Radiation Effects

Over the past few decades, silicon photonics has revolutionized information transfer towards optical signal routing on-chip. By seamlessly integrating photonic integrated circuits (PICs) with traditional electronics, there have been significant improvements in data transmission efficiency and bandwidth. Beyond terrestrial applications, the interest in silicon photonics for aerospace applications has grown considerably in recent years driven by its ability to minimize size, weight and power consumption of communication systems. However, for silicon photonic components to be viable for space applications, their performance under harsh conditions (radiation, temperature, shock/vibration) must be thoroughly evaluated. Our group, in collaboration with the Institute of Space and Defense Electronics at Vanderbilt University, investigates the reliability of various photonic integrated circuit (PIC) components, including photodiodes, modulators, passive photonic elements etc. under harsh environmental conditions. By combining experimental testing, detailed device characterization, and advanced simulations, we aim to understand and mitigate radiation-induced degradation mechanisms that impact the performance of these components in aerospace applications.

Highly focused pulsed laser systems are commonly used to inject charge into circuits to emulate high energy particles passing through a device. In most cases, sub-bandgap wavelength photons are used to deposit charge through nonlinear, multiphoton absorptive processes that spatially confine charge generation to only the focus of the laser. While pulsed laser testing is extensively used for qualitative measurements, development of first-principle simulation tools for nonlinear optical energy deposition is critical for correlating pulsed laser measurements with traditional radiation testing techniques. Adaption of a commercial FDTD solvers to incorporate nonlinear absorption as well as free carrier effects has allowed for the simulation of 3D distribution of deposited energy from a single laser pulse. Incorporation of these optical simulations into charge transport code allows for complete simulation of the pulsed laser testing technique: from laser pulse to electrical signal output.
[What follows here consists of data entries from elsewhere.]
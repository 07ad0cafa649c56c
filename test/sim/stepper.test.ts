/**
 * The generated step functions: same maths as the compiled right-hand side, source checking,
 * variants, caching, parameter overrides.
 */
import { describe, it, expect } from 'vitest';
import { checkSource, generateStepper, stepperSource, withParams, type PlantDynamics } from '../../src/sim/index.js';
import { compilePlant, loadPlant } from '../../src/model/index.js';
import { expectClose } from '../helpers/expect-close.js';
import * as H from './hand-plants.js';

const EMPTY = new Float64Array(0);

/** One classic RK4 step written out over arrays with the plant's compiled deriv (the reference). */
function referenceRk4(p: PlantDynamics, x: Float64Array, u: number, t: number, h: number): Float64Array {
  const n = p.nx;
  const k = [1, 2, 3, 4].map(() => new Float64Array(n));
  const tmp = new Float64Array(n);
  p.deriv(t, x, u, p.d0, p.params, k[0]);
  for (let i = 0; i < n; i++) tmp[i] = x[i] + (h / 2) * k[0][i];
  p.deriv(t + h / 2, tmp, u, p.d0, p.params, k[1]);
  for (let i = 0; i < n; i++) tmp[i] = x[i] + (h / 2) * k[1][i];
  p.deriv(t + h / 2, tmp, u, p.d0, p.params, k[2]);
  for (let i = 0; i < n; i++) tmp[i] = x[i] + h * k[2][i];
  p.deriv(t + h, tmp, u, p.d0, p.params, k[3]);
  const out = new Float64Array(n);
  for (let i = 0; i < n; i++) out[i] = x[i] + (h / 6) * (k[0][i] + 2 * k[1][i] + 2 * k[2][i] + k[3][i]);
  return out;
}

describe('generateStepper', () => {
  const plants: [string, PlantDynamics][] = [
    ['tank', H.tank(0.7)],
    ['second order', H.secondOrder(1.5, 2, 0.3)],
    ['4-state chain', H.chain4(2, 3)],
    ['D1 orbit', H.detestD(0.1)],
    ['A3 (time-varying)', H.detestA3()],
  ];
  for (const [name, plant] of plants) {
    it(`rk4 step equals an array RK4 step over the compiled deriv (${name}) to 1e-14 relative`, () => {
      // Butcher 2016, sec. 235 (classic RK4 tableau). Not bit-equal: the generated code
      // multiplies by precomputed inverses of parameters where the reference divides.
      const x = Float64Array.from(plant.x0, (v, i) => v + 0.1 * (i + 1));
      const ref = referenceRk4(plant, x, 0.4, 1.3, 0.05);
      generateStepper(plant, 'rk4')(x, plant.params, plant.d0, 0.4, EMPTY, 0, EMPTY, 0, 1.3, 0.05, 1);
      for (let i = 0; i < plant.nx; i++) expectClose(x[i], ref[i], { rel: 1e-14, abs: 1e-15 });
    });
  }

  it('euler and heun steps follow their definitions', () => {
    const p = H.tank(0.7);
    const f = new Float64Array(1);
    p.deriv(0, p.x0, 0.5, p.d0, p.params, f);
    const xe = Float64Array.from(p.x0);
    generateStepper(p, 'euler')(xe, p.params, p.d0, 0.5, EMPTY, 0, EMPTY, 0, 0, 0.1, 1);
    expectClose(xe[0], 0.7 + 0.1 * f[0], { rel: 1e-15 });
    const xt = Float64Array.of(0.7 + 0.1 * f[0]);
    const f2 = new Float64Array(1);
    p.deriv(0.1, xt, 0.5, p.d0, p.params, f2);
    const xh = Float64Array.from(p.x0);
    generateStepper(p, 'heun')(xh, p.params, p.d0, 0.5, EMPTY, 0, EMPTY, 0, 0, 0.1, 1);
    expectClose(xh[0], 0.7 + 0.05 * (f[0] + f2[0]), { rel: 1e-15 });
  });

  it('n steps in one call equal n calls of one step, bit for bit', () => {
    const p = H.chain4();
    const a = Float64Array.from(p.x0);
    const b = Float64Array.from(p.x0);
    const s = generateStepper(p, 'rk4');
    s(a, p.params, p.d0, 1, EMPTY, 0, EMPTY, 0, 0, 0.01, 100);
    for (let i = 0; i < 100; i++) s(b, p.params, p.d0, 1, EMPTY, 0, EMPTY, 0, i * 0.01, 0.01, 1);
    expect(Array.from(a)).toEqual(Array.from(b));
  });

  it('the input-sequence variant with a constant sequence equals the constant-input variant', () => {
    const p = H.tank(0.3);
    const us = new Float64Array(50).fill(0.8);
    const ys = new Float64Array(50);
    const a = Float64Array.from(p.x0);
    const b = Float64Array.from(p.x0);
    generateStepper(p, 'rk4')(a, p.params, p.d0, 0.8, EMPTY, 0, EMPTY, 0, 0, 0.1, 50);
    generateStepper(p, 'rk4', { inputSequence: true, outputSequence: true })(b, p.params, p.d0, 0, us, 0, ys, 0, 0, 0.1, 50);
    expect(b[0]).toBe(a[0]);
    expect(ys[49]).toBe(a[0]); // output x_0 at the end of the last step
  });

  it('parameters are an argument: withParams changes the result and reuses the generated code', () => {
    const p = H.tank(0.5);
    const q = withParams(p, { outflow_coeff: 0.6 });
    expect(q.params[1]).toBe(0.6);
    expect(p.params[1]).toBe(0.5); // original untouched
    expect(generateStepper(q, 'rk4')).toBe(generateStepper(p, 'rk4'));
    const a = Float64Array.from(p.x0);
    const b = Float64Array.from(q.x0);
    generateStepper(p, 'rk4')(a, p.params, p.d0, 0.3, EMPTY, 0, EMPTY, 0, 0, 0.1, 10);
    generateStepper(q, 'rk4')(b, q.params, q.d0, 0.3, EMPTY, 0, EMPTY, 0, 0, 0.1, 10);
    expect(b[0]).toBeLessThan(a[0]); // more outflow, lower level
    expect(() => withParams(p, { nope: 1 })).toThrow(RangeError);
  });

  it('division by a parameter becomes multiplication by its inverse, only where the parse is the same', () => {
    const p = H.makePlant({
      states: [['x', 1]],
      params: [['a', 2]],
      derivSource: ['(1 - x_0) / p_0 + x_0 / p_0 ** 2 + 3 / p_0 * x_0'],
      outputSource: 'x_0',
      deriv: (_t, x, _u, _d, q, dx) => {
        dx[0] = (1 - x[0]) / q[0] + x[0] / q[0] ** 2 + (3 / q[0]) * x[0];
      },
      output: (_t, x) => x[0],
    });
    const src = stepperSource(p, 'euler');
    expect(src).toContain('(1 - x_0) * $ip0');
    expect(src).toContain('x_0 / p_0 ** 2'); // a ** binds tighter: left alone
    const x = Float64Array.of(0.5);
    generateStepper(p, 'euler')(x, p.params, p.d0, 0, EMPTY, 0, EMPTY, 0, 0, 1, 1);
    expectClose(x[0], 0.5 + (0.5 / 2 + 0.5 / 4 + 1.5 * 0.5), { rel: 1e-15 });
  });

  it('runs sources produced by model/ compilePlant (a plant file) like the hand-built tank', () => {
    const text = [
      'name: tank',
      'model:',
      '  type: ode',
      '  params: { area: 2.0, outflow_coeff: 0.5, max_inflow: 1.2 }',
      '  states: { level: { initial: 0.5 } }',
      '  input: valve',
      '  disturbances: { extra_inflow: 0 }',
      '  derivatives:',
      '    level: (max_inflow*valve + extra_inflow - outflow_coeff*sqrt(max(level, 0))) / area',
      '  output: level',
      'loop:',
      '  sample_time: 0.1 s',
      '  controller: { structure: pi, form: ideal, kc: 2, ti: 30 s }',
      '  trial: { duration: 10 s }',
      '',
    ].join('\n');
    const loaded = loadPlant(text, 'tank.yaml');
    expect(loaded.plant).toBeDefined();
    const compiled = compilePlant(loaded.plant!);
    const hand = H.tank(0.5);
    const a = Float64Array.from(compiled.x0);
    const b = Float64Array.from(hand.x0);
    generateStepper(compiled, 'rk4')(a, compiled.params, compiled.d0, 0.7, EMPTY, 0, EMPTY, 0, 0, 0.1, 1000);
    generateStepper(hand, 'rk4')(b, hand.params, hand.d0, 0.7, EMPTY, 0, EMPTY, 0, 0, 0.1, 1000);
    expectClose(a[0], b[0], { rel: 1e-14 });
  });
});

describe('checkSource (defence in depth before new Function)', () => {
  const ok = (s: string) => () => checkSource(s, 2, 1, 1, { clamp: Math.min });
  it('accepts the PlantDynamics identifiers, Math.* and F.*', () => {
    expect(ok('x_0 * p_0 + d_0 - Math.sqrt(u) + F.clamp(t, 0, 1) + 1e-5 + .5E+3 + (x_1 > 0 ? 1 : 0)')).not.toThrow();
  });
  for (const bad of ['x_2', 'p_1', 'q', 'alert(1)', 'x_0 = 1', 'x_0 += 1', 'this', '"a"', 'x_0; x_1', 'Math.constructor', 'F.nope', 'x_0.constructor', '() => 1', 'x_01', '[1]']) {
    it(`rejects ${bad}`, () => {
      expect(ok(bad)).toThrow(TypeError);
    });
  }
});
Ge-Si photodiodes with different configurations are studied in harsh radiation environments, with modest sensitivities to 1.8-MeV proton and 10-keV X-ray irradiation. Defects within the bulk and at the Ge/SiO₂ interface of the depletion region contribute to an increase in dark current, which increases the noise floor ~4.25 dB for signal detection on the PIC. No measurable change to the S₂₁ bandwidth of the devices was found after irradiation. While the performance changes in dark current are relatively small in the scheme of overall device operation, as PICs become increasing complex, their performance in harsh radiation environments must be considered.